(Extracted material Opens)
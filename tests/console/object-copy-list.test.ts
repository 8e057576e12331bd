/// The one list the library and "Shared with me" both draw (app/_console/views/object-copy-list.tsx)
/// and its copy rules (app/_console/state/copy-object.ts): rows marked with the object's name,
/// the verb's button named for the row (none where I may not edit), an empty list's words, and
/// a name already taken turning into a renaming that suggests name_copy.
import { createElement } from "react";
import { renderToStaticMarkup } from "react-dom/server";
import { describe, expect, it } from "vitest";
import { ApiError } from "@/app/_client/fetch";
import { afterCopyFailure, copyNameProblem } from "@/app/_console/state/copy-object";
import { ObjectCopyList, type CopyRow, type ObjectCopyListProps } from "@/app/_console/views/object-copy-list";

type Row = CopyRow & { sessionTitle: string };
const rows: Row[] = [
  { id: "a", name: "J", type: "ideal", where: "in “Harbor”", detail: "J := <x^2, x*y>", sessionTitle: "Harbor" },
  { id: "b", name: "R", type: "ring", where: "in “Dock” · by Ana", detail: "R := S / J", sessionTitle: "Dock" },
];

function html(over: Partial<ObjectCopyListProps<Row>> = {}): string {
  const props: ObjectCopyListProps<Row> = {
    rows,
    label: "Library",
    verb: "Insert",
    buttonName: (r) => `Insert ${r.name} from ${r.sessionTitle}`,
    rowAttribute: "data-library-object",
    empty: "Nothing matches.",
    targetSessionId: "00000000-0000-4000-8000-000000000001",
    noticeFor: (r, copied) => `Inserted ${copied}`,
    onCopied: () => {},
    ...over,
  };
  return renderToStaticMarkup(createElement(ObjectCopyList<Row>, props));
}

describe("ObjectCopyList", () => {
  it("draws one row per object, marked with its name, with the verb's button named for the row", () => {
    const h = html();
    expect(h).toContain('aria-label="Library"');
    expect(h.match(/<li /g)).toHaveLength(2);
    expect(h).toContain('data-library-object="J"');
    expect(h).toContain('data-library-object="R"');
    expect(h).toContain('aria-label="Insert J from Harbor"');
    expect(h).toContain('aria-label="Insert R from Dock"');
    expect(h).toContain("in “Dock” · by Ana");
    expect(h).toContain('title="R := S / J"');
  });

  it("serves the shared-objects dialog with its own words and row marks", () => {
    const h = html({
      label: "Objects shared with me",
      verb: "Import",
      buttonName: (r) => `Import ${r.name}`,
      rowAttribute: "data-shared-object",
    });
    expect(h).toContain('data-shared-object="J"');
    expect(h).not.toContain("data-library-object");
    expect(h).toContain('aria-label="Import J"');
    expect(h).toMatch(/>Import<\/button>/);
  });

  it("offers no button without a session I may edit, and says so when there is nothing", () => {
    expect(html({ targetSessionId: null })).not.toContain("<button");
    const empty = html({ rows: [] });
    expect(empty).toContain("Nothing matches.");
    expect(empty).not.toContain("<ul");
  });
});

describe("copy rules", () => {
  it("a copy's name is an identifier", () => {
    expect(copyNameProblem("J_copy")).toBeNull();
    expect(copyNameProblem("J'")).toBeNull();
    expect(copyNameProblem("2J")).toMatch(/starts with a letter/);
    expect(copyNameProblem("J copy")).toMatch(/only letters, digits/);
  });

  it("a name already taken asks for another, suggesting name_copy; any other failure only says why", () => {
    expect(afterCopyFailure("J", new ApiError(409, "name_taken", "J is already defined in this session."))).toEqual({
      rename: "J_copy",
      problem: "J is already defined in this session.",
    });
    expect(afterCopyFailure("J", new ApiError(403, "forbidden", "read-only"))).toEqual({ rename: null, problem: "read-only" });
    expect(afterCopyFailure("J", "offline")).toEqual({ rename: null, problem: "offline" });
  });
});
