/// Where a finite list becomes periodic: the smallest period p, and for it the smallest
/// start s, with list[k] = list[k + p] for every k ≥ s inside the list, the repeating block
/// seen at least twice (s + 2p ≤ length). `null` when the list shows no such pattern.
/// A list that is eventually constant has period 1 (it stabilises).
export function eventualPeriod<T>(
  list: readonly T[],
  eq: (a: T, b: T) => boolean = (a, b) => a === b,
): { start: number; period: number } | null {
  const N = list.length;
  for (let p = 1; 2 * p <= N; p++) {
    // The tail that satisfies the period-p condition, scanning from the end.
    let s = N - p;
    while (s > 0 && eq(list[s - 1], list[s - 1 + p])) s--;
    if (s + 2 * p <= N) return { start: s, period: p };
  }
  return null;
}
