/// The console's value rendering (issue 18, point 4) and copy formats (point 5): pure
/// functions of the §9 JSON.
import { describe, expect, it } from "vitest";
import { copyFormats, copyText, csvOf } from "@/app/_console/render/copy-formats";
import { hilbertFacts } from "@/app/_console/render/hilbert";
import { resolutionView, ringNameOf, texOfTwistedFree } from "@/app/_console/render/resolution";
import { typeWords } from "@/app/_console/render/type-words";
import { viewOfValue } from "@/app/_console/render/view-model";
import type { ValueReading as ValueJson } from "@/lib/wire/reading";

const S: ValueJson = {
  type: "Ring",
  text: "Q[x, y, z]",
  field: "Q",
  vars: ["x", "y", "z"],
  degrees: [1, 1, 1],
  order: "grevlex",
  ideal: [],
};
// The resolution of S/(xy, yz, xz), three coordinate points of P²:
// 0 ← S ← S(−2)³ ← S(−3)² ← 0 (Eisenbud, The Geometry of Syzygies, GTM 229, §3A; the
// Hilbert–Burch matrix is the second differential).
const threePoints = {
  type: "Complex",
  text: "complex of ranks 1, 3, 2",
  ranks: [1, 3, 2],
  betti: [
    [0, 0, 1],
    [1, 2, 3],
    [2, 3, 2],
  ],
  complete: true,
  maps: [
    { type: "Matrix", text: "[x*y, x*z, y*z]", rows: [["x*y", "x*z", "y*z"]] },
    {
      type: "Matrix",
      text: "[z, 0; -y, y; 0, -x]",
      rows: [
        ["z", "0"],
        ["-y", "y"],
        ["0", "-x"],
      ],
    },
  ],
  ring: S,
} as unknown as ValueJson;

describe("a free resolution shows its free modules with their twists over the named ring", () => {
  it("names the ring by the session's binding and twists each summand", () => {
    expect(
      ringNameOf(S, [
        { name: "T", value: { ...S, vars: ["a"] } },
        { name: "S", value: S },
      ]),
    ).toBe("S");
    const r = resolutionView(threePoints as never, "S");
    expect(r.modules).toEqual(["S", "S(-2)^{3}", "S(-3)^{2}"]);
    expect(r.chain).toBe("0 \\leftarrow S \\leftarrow S(-2)^{3} \\leftarrow S(-3)^{2} \\leftarrow 0");
    expect(r.differentials).toHaveLength(2);
    expect(r.differentials![1]).toContain("\\begin{pmatrix}");
  });

  it("mixes twists in one module, lowest degree first, and falls back to R without a name", () => {
    expect(
      texOfTwistedFree("S", [
        [3, 1],
        [2, 2],
      ]),
    ).toBe("S(-2)^{2} \\oplus S(-3)");
    const v = viewOfValue(threePoints);
    expect(v.kind).toBe("complex");
    if (v.kind === "complex") expect(v.resolution.modules[1]).toBe("R(-2)^{3}");
    const named = viewOfValue(threePoints, { objects: [{ name: "S", value: S }] });
    if (named.kind === "complex") expect(named.resolutionText).toBe("0 <- S <- S(-2)^3 <- S(-3)^2 <- 0");
  });
});

describe("a Hilbert series shows reduced form, h-vector, dimension, degree and Hilbert polynomial", () => {
  it("three points of P²: (1 − 3t² + 2t³)/(1 − t)³ = (1 + 2t)/(1 − t), dimension 1, degree 3, P = 3", () => {
    // three points in P²: Hilbert polynomial is the constant 3 (common practice)
    const f = hilbertFacts(["1", "0", "-3", "2"], "(1-t)^3")!;
    expect(f.reduced).toBe("(1+2*t)/(1-t)");
    expect(f.hVector).toEqual([1n, 2n]);
    expect(f.dimension).toBe(1);
    expect(f.degree).toBe(3n);
    expect(f.polynomial).toBe("3");
  });

  it("the twisted cubic: (1 − 3t² + 2t³)/(1 − t)⁴ reduces to (1 + 2t)/(1 − t)², P(n) = 3n + 1", () => {
    // the twisted cubic curve in P³ has degree 3 and genus 0, so P(n) = 3n + 1 (from memory:
    // Hartshorne, Algebraic Geometry, I.7, P(n) = dn + 1 − g)
    const f = hilbertFacts(["1", "0", "-3", "2"], "(1-t)^4")!;
    expect(f.reduced).toBe("(1+2*t)/(1-t)^2");
    expect(f.dimension).toBe(2);
    expect(f.degree).toBe(3n);
    expect(f.polynomial).toBe("3*n+1");
  });

  it("a polynomial ring in 3 variables: P(n) = C(n + 2, 2) = n²/2 + 3n/2 + 1; Artinian: P = 0", () => {
    expect(hilbertFacts(["1"], "(1-t)^3")!.polynomial).toBe("1/2*n^2+3/2*n+1");
    // k[x, y]/(x², y²): h = (1, 2, 1), length 4 (common practice)
    const a = hilbertFacts(["1", "0", "-2", "0", "1"], "(1-t)^2")!;
    expect(a).toMatchObject({ dimension: 0, degree: 4n, polynomial: "0" });
    expect(a.hVector).toEqual([1n, 2n, 1n]);
    expect(hilbertFacts(["1"], "(1-t)*(1-t^2)")).toBeNull();
    // k[x, y](1), generated in degree −1: dim of degree n is n + 2 (common practice)
    const shifted = hilbertFacts(["1"], "(1-t)^2", -1)!;
    expect(shifted).toMatchObject({ dimension: 2, degree: 1n, polynomial: "n+2" });
  });
});

describe("records and type tags", () => {
  it("keeps the field order the user wrote, whatever order storage gave the keys", () => {
    const v = viewOfValue({
      type: "Record",
      text: "{depth: 1, a: 2}",
      fields: { a: { type: "Int", text: "2" }, depth: { type: "Int", text: "1" } },
      fieldOrder: ["depth", "a"],
    } as unknown as ValueJson);
    expect(v.kind === "record" && v.fields.map(([k]) => k)).toEqual(["depth", "a"]);
  });

  it("writes type tags as words", () => {
    expect(typeWords("Complex")).toBe("free resolution");
    expect(typeWords("HilbertSeries")).toBe("Hilbert series");
    expect(typeWords("BettiTable")).toBe("Betti table");
    expect(typeWords("SomethingNew")).toBe("something new");
  });
});

describe("copy formats", () => {
  const betti = {
    type: "BettiTable",
    text: "…",
    entries: [
      [0, 0, 1],
      [1, 2, 3],
      [2, 3, 2],
    ],
    complete: true,
  } as unknown as ValueJson;

  it("offers CSV for tables only", () => {
    expect(copyFormats(betti)).toContain("csv");
    expect(copyFormats(S)).not.toContain("csv");
  });

  it("copies a Betti table as a LaTeX array with its totals row", () => {
    const tex = copyText(betti, "latex");
    expect(tex).toContain("\\begin{array}{r|rrr}");
    expect(tex).toContain("1 &  & 3 & 2 \\\\");
    expect(tex).toContain("\\text{total} & 1 & 3 & 2 \\\\");
  });

  it("copies Markdown and RFC 4180 CSV", () => {
    expect(copyText(betti, "markdown").split("\n")[0]).toBe("| j−i \\ i | 0 | 1 | 2 |");
    expect(copyText(betti, "csv")).toBe("j−i \\ i,0,1,2\r\n0,1,,\r\n1,,3,2\r\ntotal,1,3,2\r\n");
    expect(csvOf([["a,b", 'say "x"']])).toBe('"a,b","say ""x"""\r\n');
    expect(copyText(S, "latex")).toBe("$\\mathbb{Q}[x, y, z]$");
  });
});
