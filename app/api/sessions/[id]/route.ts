import { NextResponse } from "next/server";
import { requireUserOrLink } from "@/lib/auth/current-user";
import { requireSessionAccess } from "@/lib/auth/access";
import { route } from "@/lib/http/errors";
import { linkToken } from "@/lib/sessions/link-token";
import { ownerName } from "@/lib/sessions/store";
import { canManageSharing } from "@/lib/sharing/shares";
import type { SessionDetail } from "@/lib/wire/sessions";

type Context = { params: Promise<{ id: string }> };

export const GET = route(async (req, { params }: Context) => {
  const token = linkToken(req);
  const user = await requireUserOrLink(token);
  const { id } = await params;
  const { session, role } = await requireSessionAccess(user, id, "read", { linkToken: token });
  return NextResponse.json({
    session: {
      id: session.id,
      title: session.title,
      ownerName: await ownerName(session.ownerId),
      visibility: session.visibility,
      access: role,
      canEdit: role === "owner" || role === "editor",
      canManageSharing: user !== null && (await canManageSharing(user, session)),
    } satisfies SessionDetail,
  });
});
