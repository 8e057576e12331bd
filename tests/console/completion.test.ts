import { describe, expect, it } from "vitest";
import { CompletionContext, type CompletionResult } from "@codemirror/autocomplete";
import { EditorState } from "@codemirror/state";
import { analyze, EMPTY_ENV, lookupFunction, propertiesOf } from "@/grammar";
import type { Env } from "@/grammar/analysis";
import { notationCompletionSource } from "@/lib/editor/notation-completion";
import { envFromObjects } from "@/lib/editor/notation-env";

function complete(doc: string, env: Env = EMPTY_ENV): CompletionResult | null {
  const source = notationCompletionSource({ analyze, env: () => env });
  const result = source(new CompletionContext(EditorState.create({ doc }), doc.length, false));
  return result instanceof Promise ? null : result;
}

describe("notation completion from the signature table", () => {
  it("offers a ring's properties with their descriptions after `R.`", () => {
    const env = envFromObjects([{ name: "R", type: "Ring", value: { type: "Ring", vars: ["x", "y"] } }]);
    const r = complete("R.", env)!;
    const labels = r.options.map((o) => o.label);
    // grammar/signatures.ts lists R.vars, R.dim, R.depth, R.is_gorenstein among Ring properties.
    for (const name of ["vars", "dim", "depth", "is_gorenstein"]) expect(labels).toContain(name);
    const vars = r.options.find((o) => o.label === "vars")!;
    expect(vars.info).toBe(propertiesOf("Ring").find((p) => p.name === "vars")!.description);
  });

  it("offers a Complex's properties after a call that returns one", () => {
    const env = envFromObjects([{ name: "S", type: "Ring", value: { type: "Ring", vars: ["x", "y", "z"] } }]);
    const labels = complete("resolve(S / <x*y, y*z>).", { ...env, currentRing: "S" })!.options.map((o) => o.label);
    // grammar/signatures.ts: C.betti, C.ranks, C.length, C.map(i), C.complete.
    expect(labels).toEqual(expect.arrayContaining(["betti", "ranks", "length", "map", "complete"]));
  });

  it("offers resolve's named options inside its parentheses", () => {
    const r = complete("resolve(")!;
    const resolve = lookupFunction("resolve")!;
    for (const o of resolve.options) {
      const item = r.options.find((c) => c.label === o.name);
      expect(item?.info).toBe(o.description);
    }
    // grammar/signatures.ts: resolve(M, length = n, degree = d)
    expect(resolve.options.map((o) => o.name)).toEqual(expect.arrayContaining(["length", "degree"]));
  });

  it("offers functions and session names while a word is typed, nothing on an empty line", () => {
    const env = envFromObjects([{ name: "tide", type: "Ideal", value: { type: "Ideal" } }]);
    const labels = complete("ti", env)!.options.map((o) => o.label);
    expect(labels).toContain("tide");
    expect(labels).toContain("resolve");
    expect(complete("")).toBeNull();
  });
});
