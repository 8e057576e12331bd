import { describe, expect, it } from "vitest";
import { FRESH_CURSOR, recallNewer, recallOlder } from "@/lib/editor/input-history";

describe("input history recall", () => {
  const entries = ["S := Q[x, y]", "I := <x*y>", "resolve(S / I).betti"];

  it("walks back from the newest entry and stops at the oldest", () => {
    const a = recallOlder(entries, FRESH_CURSOR, "draft")!;
    expect(a.text).toBe("resolve(S / I).betti");
    const b = recallOlder(entries, a.cursor, a.text)!;
    const c = recallOlder(entries, b.cursor, b.text)!;
    expect(c.text).toBe("S := Q[x, y]");
    expect(recallOlder(entries, c.cursor, c.text)).toBeNull();
  });

  it("walks forward and gives the draft back past the newest entry", () => {
    const a = recallOlder(entries, FRESH_CURSOR, "half typed")!;
    const b = recallOlder(entries, a.cursor, a.text)!;
    const c = recallNewer(entries, b.cursor)!;
    expect(c.text).toBe("resolve(S / I).betti");
    const d = recallNewer(entries, c.cursor)!;
    expect(d.text).toBe("half typed");
    expect(d.cursor.index).toBeNull();
    expect(recallNewer(entries, d.cursor)).toBeNull();
  });

  it("has nothing to recall in an empty session", () => {
    expect(recallOlder([], FRESH_CURSOR, "")).toBeNull();
  });
});
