import { describe, expect, it } from "vitest";
import { viewOfValue } from "@/app/_console/render/view-model";

describe("viewOfValue", () => {
  it("turns a §9 BettiTable into a grid, truncated when incomplete", () => {
    // Betti numbers of S/<xy, yz> over k[x,y,z]: <xy, yz> = y·<x, z>, resolved by
    // 0 ← S ← S(−2)^2 ← S(−3) ← 0 (Eisenbud, The Geometry of Syzygies, 2005, Ch. 1).
    const v = viewOfValue({ type: "BettiTable", text: "", entries: [[0, 0, 1], [1, 2, 2], [2, 3, 1]], complete: false });
    expect(v.kind).toBe("betti");
    if (v.kind !== "betti") return;
    expect(v.grid.rows.map((r) => r.cells)).toEqual([[1, null, null], [null, 2, 1]]);
    expect(v.grid.totals).toEqual([1, 2, 1]);
    expect(v.grid.truncated).toBe(true);
  });

  it("typesets rings, ideals and a Series with its number of computed terms", () => {
    const ring = viewOfValue({ type: "Ring", text: "", field: "GF(32003)", vars: ["x", "y"], ideal: ["x*y"] });
    expect(ring).toEqual({ kind: "tex", tex: "\\mathbb{F}_{32003}[x, y] / \\left\\langle xy \\right\\rangle" });
    const s = viewOfValue({ type: "Series", text: "", coefficients: ["1", "2", "4"], rational: "1/(1-2*t)" });
    expect(s.kind).toBe("series");
    if (s.kind === "series") expect(s.note).toContain("3 terms");
  });

  it("falls back to text for unknown types and malformed values", () => {
    expect(viewOfValue({ type: "Gadget", text: "a gadget" })).toEqual({ kind: "text", text: "a gadget" });
    expect(viewOfValue({ type: "Ideal", text: "<x>" })).toEqual({ kind: "text", text: "<x>" });
  });
});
(Extracted material Closes)
*Problem description*: This task calls for each line of the material that contains "already".

*Exercise answer*:
/// a name already taken turning into a renaming that suggests name_copy.
  it("a name already taken asks for another, suggesting name_copy; any other failure only says why", () => {
    expect(afterCopyFailure("J", new ApiError(409, "name_taken", "J is already defined in this session."))).toEqual({
      problem: "J is already defined in this session.",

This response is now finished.